Custom Wood Siding Profile Milling: Matching a Legacy or Architect's Profile

Why Projects Need Custom Milled Profiles

Stock profiles rarely match a historic building, a designed reveal, or a specific clip. Custom milling is how a facade ends up with the profile it was actually drawn with. Three situations drive most of the runs we see.

  • Matching a legacy profile: a renovation or historic-district job needs new boards that match the existing siding exactly, down to the reveal and bead. See our guide on historic-district siding specification.
  • An architect's bespoke reveal: a contemporary facade wants a specific shadow line or open-joint reveal that no stock profile throws.
  • Clip-system compatibility: a proprietary rainscreen clip needs the exact kerf that engages it, not a standard tongue-and-groove.

Profile and fastener are one call, so the custom profile also sets the fastening, which our profile selection guide works through.

The Reference Profile Drives Accuracy

A custom run is only as accurate as the reference it is milled from. The best starting point is a physical sample of the existing board or a fully dimensioned drawing. A photo or a verbal description leaves the reveal, bead, and rabbet to guesswork, and guesswork shows on a wall.

From a sample or a dimensioned section, the mill grinds knives to the pattern and runs a trial piece for approval before the full order. Think of that first-article as a mockup for the profile. It confirms the geometry before thousands of feet get milled. Because J. Gibson McIlvain mills in-house, the trial piece and the production run come off the same knives, so what gets approved is what ships.

What a custom profile milling order needs
InputWhy it matters
Physical sample or dimensioned drawingSets exact reveal, bead, tongue, and rabbet geometry
Species and gradeDetermines stability, finish behavior, and available sizes
Moisture contentMilling and installing near in-service EMC minimizes movement
Fastening methodT&G hidden, shiplap visible, or clip-specific kerf
Run quantity and toleranceHolds the profile consistent across the whole order

Species and Moisture Content in a Custom Run

The species sets what a custom profile can even be, from board width to how the milled surface takes a finish. The moisture content sets whether it holds after install. A wide custom board in an unstable species will move no matter how precisely it was cut.

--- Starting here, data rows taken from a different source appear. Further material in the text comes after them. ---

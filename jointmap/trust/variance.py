"""Variance factors of groups of measurements from their own redundancy.

    s2_k = sum v' P v / sum r,   over the measurements of group k,

unbiased at the true sigmas; scaling the sigmas by s_k and repeating converges to the restricted
maximum likelihood estimate (Foerstner 1979, equal to Helmert's). Where gross errors were cut by a
gate of probability p, good measurements lost their tails too: the second moment of a gated
Gaussian vector of d components is ``F_{d+2}(g) / p`` of the whole one, g the p-quantile of
chi-square with d degrees of freedom, and is divided out.

References
----------
Foerstner, "Ein Verfahren zur Schaetzung von Varianz- und Kovarianzkomponenten", Allgemeine
Vermessungs-Nachrichten 86 (1979). Koch, "Parameter Estimation and Hypothesis Testing in Linear
Models", section 3.6 (1999).
"""

from __future__ import annotations

from dataclasses import dataclass

import numpy as np
from numpy.typing import ArrayLike, NDArray
from scipy.stats import chi2

from jointmap.trust.redundancy import group_sums

Floats = NDArray[np.float64]
Ints = NDArray[np.int64]
Bools = NDArray[np.bool_]

#: Below this redundancy the 95 % band of s2 reaches from a third to the double: refused.
LEAST_REDUNDANCY = 10.0


@dataclass(frozen=True)
class VarianceFactor:
    """Variance factor of one group.

    ``s2`` NaN where refused; ``sigma_ratio`` its root, by which the group's sigmas are to be
    multiplied, with standard deviation ``std`` = s / sqrt(2 r); ``redundancy`` r of the rows
    used; ``determined`` is false where the redundancy is below ``LEAST_REDUNDANCY``.
    """

    s2: float
    std: float
    redundancy: float
    determined: bool

    @property
    def sigma_ratio(self) -> float:
        """Factor for the group's sigmas."""
        return float(np.sqrt(self.s2))


def truncation_factor(dof: ArrayLike, probability: float) -> Floats:
    """Second moment of a gated Gaussian vector as a share of the whole one's.

    Parameters
    ----------
    dof : (n,) int
        Number of components that the gate looked at.
    probability : float
        Share of good measurements that pass, in (0, 1].
    """
    if not 0.0 < probability <= 1.0:
        raise ValueError("the probability of a gate lies above 0 and not above 1")
    d = np.asarray(dof, np.float64)
    if probability == 1.0:
        return np.ones_like(d)
    return np.asarray(chi2.cdf(chi2.ppf(probability, d), d + 2.0) / probability)


def variance_factor(
    v2_whitened: ArrayLike,
    redundancy: ArrayLike,
    dof_per_row: ArrayLike = 1,
    gate_probability: float = 1.0,
    least_redundancy: float = LEAST_REDUNDANCY,
) -> VarianceFactor:
    """Variance factor of one group of measurements.

    Parameters
    ----------
    v2_whitened : (n,)
        Squared norm of the whitened residual of every measurement that passed the gate.
    redundancy : (n,)
        Its redundancy number.
    dof_per_row : int or (n,) int
        Degrees of freedom that the gate looked at.
    gate_probability : float
        Share of good measurements that the gate lets pass; 1 where there was none.
    least_redundancy : float
        Refuse below this.
    """
    v2 = np.asarray(v2_whitened, np.float64)
    group = np.zeros(len(v2), np.int64)
    s2, std, total = variance_factors(
        group, 1, v2, redundancy, dof_per_row, gate_probability, least_redundancy
    )
    return VarianceFactor(float(s2[0]), float(std[0]), float(total[0]), bool(np.isfinite(s2[0])))


def variance_factors(
    group: Ints,
    n_groups: int,
    v2_whitened: ArrayLike,
    redundancy: ArrayLike,
    dof_per_row: ArrayLike = 1,
    gate_probability: float = 1.0,
    least_redundancy: float = LEAST_REDUNDANCY,
) -> tuple[Floats, Floats, Floats]:
    """Variance factors of many groups at once.

    Parameters
    ----------
    group : (n,) int
        Group of every measurement, 0 .. n_groups-1.

    Returns
    -------
    s2 : (n_groups,) NaN where the redundancy is below ``least_redundancy``
    std : (n_groups,) of the factor for the sigmas, s / sqrt(2 r)
    redundancy : (n_groups,)
    """
    r = np.asarray(redundancy, np.float64)
    share = np.broadcast_to(truncation_factor(dof_per_row, gate_probability), r.shape)
    total = group_sums(group, r, n_groups)
    expected = group_sums(group, r * share, n_groups)
    seen = group_sums(group, np.asarray(v2_whitened, np.float64), n_groups)
    known = total >= least_redundancy
    s2 = np.where(known, seen / np.where(known, expected, 1.0), np.nan)
    return s2, np.sqrt(s2 / (2.0 * np.where(known, total, np.nan))), total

Stable species hold a custom reveal best. Modified woods such as Accoya, Thermory, and Abodo Vulcan move the least, and clear vertical grain cedar and properly dried tropical hardwoods like Ipe and Sapele hold a tight profile well. The USDA Forest Products Laboratory ties post-install movement directly to the moisture content at install, so custom stock should be milled and delivered near its in-service equilibrium. See our moisture content guide. J. Gibson McIlvain stocks these species in depth, including a full range of Ipe dimensions, so a custom profile is not limited by what is on hand.

"Give us a piece of the old siding or a dimensioned section, and we grind knives to it and run a sample first. Once the architect signs off on that trial piece, the production run comes off the same knives, so it matches. The trouble starts when someone tries to match a profile from a photo. Wood forgives a lot, but a reveal that is a sixteenth off shows across a whole wall. Start with a real sample."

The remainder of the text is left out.